Une main vint s'insinuer dans la sienne : tournant la tête vers elle, il vit le visage de sa bien-aimée se dessiner à travers un rideau de larmes. Son regard doux et bienveillant brillait toujours de cet éclat que les années n'avaient pas réussi à amatir. Ce contact lui rappela la vie qu'il menait à présent : après avoir sillonné l'Europe au service de la couronne, à balancer entre son Cœur et sa Raison, la vie aux côtés de celle qu'il aimait l'avait convaincu de suivre sa passion. Il devait vivre pour ce qu'il aimait, pour ce qui faisait vibrer son âme et non pas pour ce qu'on attendait de lui. Alors, Giovanni Carestini était mort pour renaître sous les traits de Frédéric d'Ansèle, et c'est à visage découvert qu'il se produisait depuis. Et jamais il n'avait regretté ce choix.

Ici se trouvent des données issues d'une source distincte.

import { createCameraPort } from '@/server/ingest/camera-fetch';
import { NoPicture } from '@/server/interfaces/camera';
import { jpegOf, LoopbackCamera } from '@/tests/support/camera-on-loopback';

let camera: LoopbackCamera;
beforeEach(async () => {
  camera = await LoopbackCamera.start();
});
afterEach(() => camera.stop());

const bare = { userName: null, password: null };
const take = (
  change: { address?: string; userName?: string; password?: string; hosts?: string[]; timeoutMs?: number; nowUtcMs?: () => number } = {},
) => {
  const { hosts = [camera.host], timeoutMs = 5_000, nowUtcMs = () => 1_000_000, ...place } = change;
  return createCameraPort({ hosts, nowUtcMs, timeoutMs }).take({ address: camera.address, ...bare, ...place });
};
async function reasonOf(taking: Promise<unknown>): Promise<string> {
  try {
    await taking;
  } catch (error) {
    if (error instanceof NoPicture) return error.message;
    throw error;
  }
  throw new Error('a picture came');
}
const answers = (type: string | null, body: string | Buffer, status = 200) => {
  camera.answer = (_, res) => res.writeHead(status, type === null ? {} : { 'Content-Type': type }).end(body);
};
const streams = (...parts: (string | Buffer)[]) => {
  camera.answer = (_, res) => {
    res.writeHead(200, { 'Content-Type': 'multipart/x-mixed-replace; boundary="--frame"' });
    for (const part of parts) res.write(part);
  };
};
const pictures = { first: jpegOf('first'), second: jpegOf('second') };

test('a snapshot is taken with the middle of question and answer as its time and a rectangular u', async () => {
  const stamps = [10_000, 12_000];
  const picture = await take({ nowUtcMs: () => stamps.shift() ?? 0 });
  expect(Buffer.from(picture.bytes)).toEqual(jpegOf('a picture'));
  expect(picture).toMatchObject({ type: 'image/jpeg', takenUtcMs: 11_000 });
  // JCGM 100:2008, 4.3.7: half-width over the root of three.
  expect(picture.uTakenS).toBeCloseTo(1 / Math.sqrt(3), 12);
});

test('a name and a password go to the camera as Basic (RFC 7617), and a word is said where they are wrong', async () => {
  camera.answer = (req, res) => {
    const right = req.headers.authorization === `Basic ${Buffer.from('lamp:shut-the-box').toString('base64')}`;
    if (right) res.writeHead(200, { 'Content-Type': 'image/jpeg' }).end(pictures.first);
    else res.writeHead(401, { 'WWW-Authenticate': 'Basic realm="camera"' }).end();
  };
  expect((await take({ userName: 'lamp', password: 'shut-the-box' })).type).toBe('image/jpeg');
  const wrong = await reasonOf(take({ userName: 'lamp', password: 'open' }));
  expect(wrong).toMatch(/401: it asks for a name and a password/);
  expect(wrong).not.toContain('open');
});

test('of an MJPEG stream the first whole picture is taken and the stream is let go', async () => {
  const head = (picture: Buffer) => `--frame\r\nContent-Type: image/jpeg\r\nContent-Length: ${String(picture.length)}\r\n\r\n`;
  streams(head(pictures.first), pictures.first.subarray(0, 5), pictures.first.subarray(5), '\r\n', head(pictures.second), pictures.second);
  expect(Buffer.from((await take()).bytes)).toEqual(pictures.first);
  await new Promise<void>((resolve) => {
    const { socket } = camera.asked[0] as { socket: { destroyed: boolean; once(event: 'close', then: () => void): void } };
    if (socket.destroyed) resolve();
    else socket.once('close', resolve);
  });
});

test('parts without a length end at the next boundary', async () => {
  streams('\r\n--frame\r\nContent-type: image/jpeg\r\n\r\n', pictures.first, '\r\n--frame\r\nContent-type: image/jpeg\r\n\r\n');
  expect(Buffer.from((await take()).bytes)).toEqual(pictures.first);
});

test('a redirect is not followed, wherever it leads', async () => {
  camera.answer = (_, res) => res.writeHead(302, { Location: '/elsewhere.jpg' }).end();
  expect(await reasonOf(take())).toMatch(/302, a redirect to another address; that is not followed/);
  expect(camera.asked.map(({ url }) => url)).toEqual(['/picture.jpg']);
});

test.each<[string, string | null, string | Buffer, number, RegExp]>([
  [
    'a page for people',
    'text/html; charset=utf-8',
    '<!doctype html><title>Camera</title>',
    200,
    /a page for people .*Give the address of the picture/,
  ],
  ['a page that calls itself a picture', 'image/jpeg', '<!doctype html>', 200, /no whole JPEG or PNG, whatever the camera calls it/],
  ['a picture that was cut off', 'image/jpeg', jpegOf('x').subarray(0, -2), 200, /no whole JPEG or PNG/],
  ['no content type', null, jpegOf('x'), 200, /without a content type; image\/jpeg, image\/png or multipart/],
  ['a film', 'video/mp4', 'x', 200, /answered video\/mp4/],
  ['that it is not there', 'text/plain', 'x', 404, /answered 404 where 200 and a picture are right/],
  ['a stream without a boundary', 'multipart/x-mixed-replace', 'x', 200, /does not name the boundary/],
  [
    'a stream of something else',
    'multipart/x-mixed-replace; boundary=b',
    '--b\r\nContent-Type: text/plain\r\n\r\nx',
    200,
    /text\/plain instead of image\/jpeg/,
  ],
  [
    'a stream that ends',
    'multipart/x-mixed-replace; boundary=b',
    '--b\r\nContent-Type: image/jpeg\r\n\r\nx',
    200,
    /ended before a picture was whole/,
  ],
])('where it answers %s it is said what and what would be right', async (_, type, body, status, words) => {
  answers(type, body, status);
  expect(await reasonOf(take())).toMatch(words);
});

/** Writes for ever, as fast as it is read; tells how much was written when the other side went. */
function endless(type: string, head = ''): Promise<number> {
  return new Promise((resolve) => {
    camera.answer = (_, res) => {
      let bytes = 0;
      res.writeHead(200, { 'Content-Type': type });
      res.write(head);
      const block = Buffer.alloc(65_536, 1);
      const more = () => {
        while (!res.destroyed && res.write(block)) bytes += block.length;
      };
      res.on('drain', more);
      res.on('close', () => resolve(bytes));
      more();
    };
  });
}

test.each([
  ['picture', 'image/jpeg', ''],
  ['part of a stream', 'multipart/x-mixed-replace; boundary=b', '--b\r\nContent-Type: image/jpeg\r\n\r\n'],
])('a %s without an end is left at 1 MiB', async (_, type, head) => {
  const written = endless(type, head);
  expect(await reasonOf(take())).toMatch(/more than 1 MiB/);
  // What is on its way in buffers of the system comes on top.
  expect(await written).toBeLessThan(16 * 1_048_576);
});

test('a picture that says itself to be too large is not read at all', async () => {
  camera.answer = (_, res) => {
    res.writeHead(200, { 'Content-Type': 'image/png', 'Content-Length': 50_000_000 });
    res.flushHeaders();
  };
  expect(await reasonOf(take())).toMatch(/more than 1 MiB\. Set it to a smaller picture/);
});

test.each([
  ['never answers', () => undefined],
  [
    'stops in the middle',
    (_: unknown, res: { writeHead(status: number, headers: object): { write(part: string): void } }) =>
      res.writeHead(200, { 'Content-Type': 'image/jpeg' }).write('x'),
  ],
])('one that %s is given up in time', async (_, answer) => {
  camera.answer = answer as LoopbackCamera['answer'];
  expect(await reasonOf(take({ timeoutMs: 150 }))).toBe('no whole picture came within 0.15 s');
});

test('one that breaks off, and one that is not there, are told apart', async () => {
  camera.answer = (_, res) => void res.destroy();
  expect(await reasonOf(take())).toBe('it broke off before the picture was whole');
  const gone = await LoopbackCamera.start();
  await gone.stop();
  expect(await reasonOf(take({ address: gone.address, hosts: [gone.host] }))).toBe('nothing listens at this address');
});

test('only hosts that the configuration names are asked, port and all, also on the own network', async () => {
  expect(await reasonOf(take({ hosts: [] }))).toMatch(
    /is not among the hosts that cameras may be at: none so far\. Whoever runs the server/,
  );
  expect(await reasonOf(take({ hosts: ['127.0.0.1:1', 'camera.lab:80'] }))).toContain('127.0.0.1:1, camera.lab:80');
  // The same machine by another name is another host.
  expect(await reasonOf(take({ address: camera.address.replace('127.0.0.1', 'localhost') }))).toMatch(/^localhost:\d+ is not among/);
  expect(await reasonOf(take({ address: 'http://[::1' }))).toMatch(/this is no address/);
  expect(camera.asked).toEqual([]);
});

test('without a port an address means 80, and 443 under https', async () => {
  expect(await reasonOf(take({ address: 'http://camera.lab/x' }))).toMatch(/^camera\.lab:80 is not/);
  expect(await reasonOf(take({ address: 'https://camera.lab/x' }))).toMatch(/^camera\.lab:443 is not/);
});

Une autre main, plus petite, vint se loger dans la sienne : il s'agissait de sa fille Apolline, âgée d'une vingtaine d'années. Celle-ci n'avait connu l'enfance de son père que par le récit que ce dernier avait pu lui en faire, mais elle avait voulu l'accompagner lors de ce moment important, ce dont il lui en était reconnaissant. Nul ne savait ce qu'il adviendrait la prochaine décennie, voire l'année suivante, mais Friedrich en était convaincu : il avait tout ce dont il avait besoin pour être heureux. Revenu à ses premières amours, il était chanteur et compositeur, et Elster était devenue écrivaine. Ensemble, ils avaient commencé à écrire leur premier opéra, et le Roi lui-même était venu les écouter. Après tout, il connaissait déjà sa voix, étant depuis sa prime enfance un de ses plus fervents admirateurs. Sa fille elle-même était violoniste dans l'orchestre. C'était une affaire de famille, une passion partagée pour la musique et les arts, et le simple fait de jouer ensemble les rendait heureux, sans qu'ils recherchassent honneur ou opprobre.

L'ancien diplomate jeta un dernier regard à la demeure qui l'avait vu grandir, et dans laquelle il avait malgré tout appris ce qui avait constitué la base de son identité, sans laquelle il ne serait pas la personne qu'il était devenu. Il ne reniait pas son enfance, même si celle-ci était bien loin des valeurs qu'il défendait à présent. En levant les yeux vers l'azur, il eut une pensée émue pour feue sa sœur Theodora, son soutien inébranlable de toujours, à qui il aurait aimé faire écouter les premières notes de son opéra, parce qu'elle avait été la première à l'encourager quand il avait souhaité poursuivre son activité artistique et qui l'avait couvert lorsqu'elle avait appris son secret. Elle avait également accepté la femme qu'il aimait sans lui poser de questions, et les deux femmes avaient noué une solide amitié, mais la maladie l'avait hélas ! emportée il y a deux ans déjà.

Il vendait la propriété de ses parents, non pas par rejet de son enfance, mais pour se libérer des fantômes du passé, et pour avancer vers l'avenir de manière plus sereine. Il ne pouvait, par ailleurs, pas se permettre, avec les revenus qu'il avait, de garder cette maison dix fois trop grande pour sa famille et pour lui. En effet, le fait d'avoir abandonné la charge qui lui avait été offerte rendait l'avenir incertain, mais garantissait une chance de marcher vers des horizons plus grands. Alors, après avoir fait ses adieux à la vieille bâtisse, il s'éloigna, en compagnie des deux femmes de sa vie.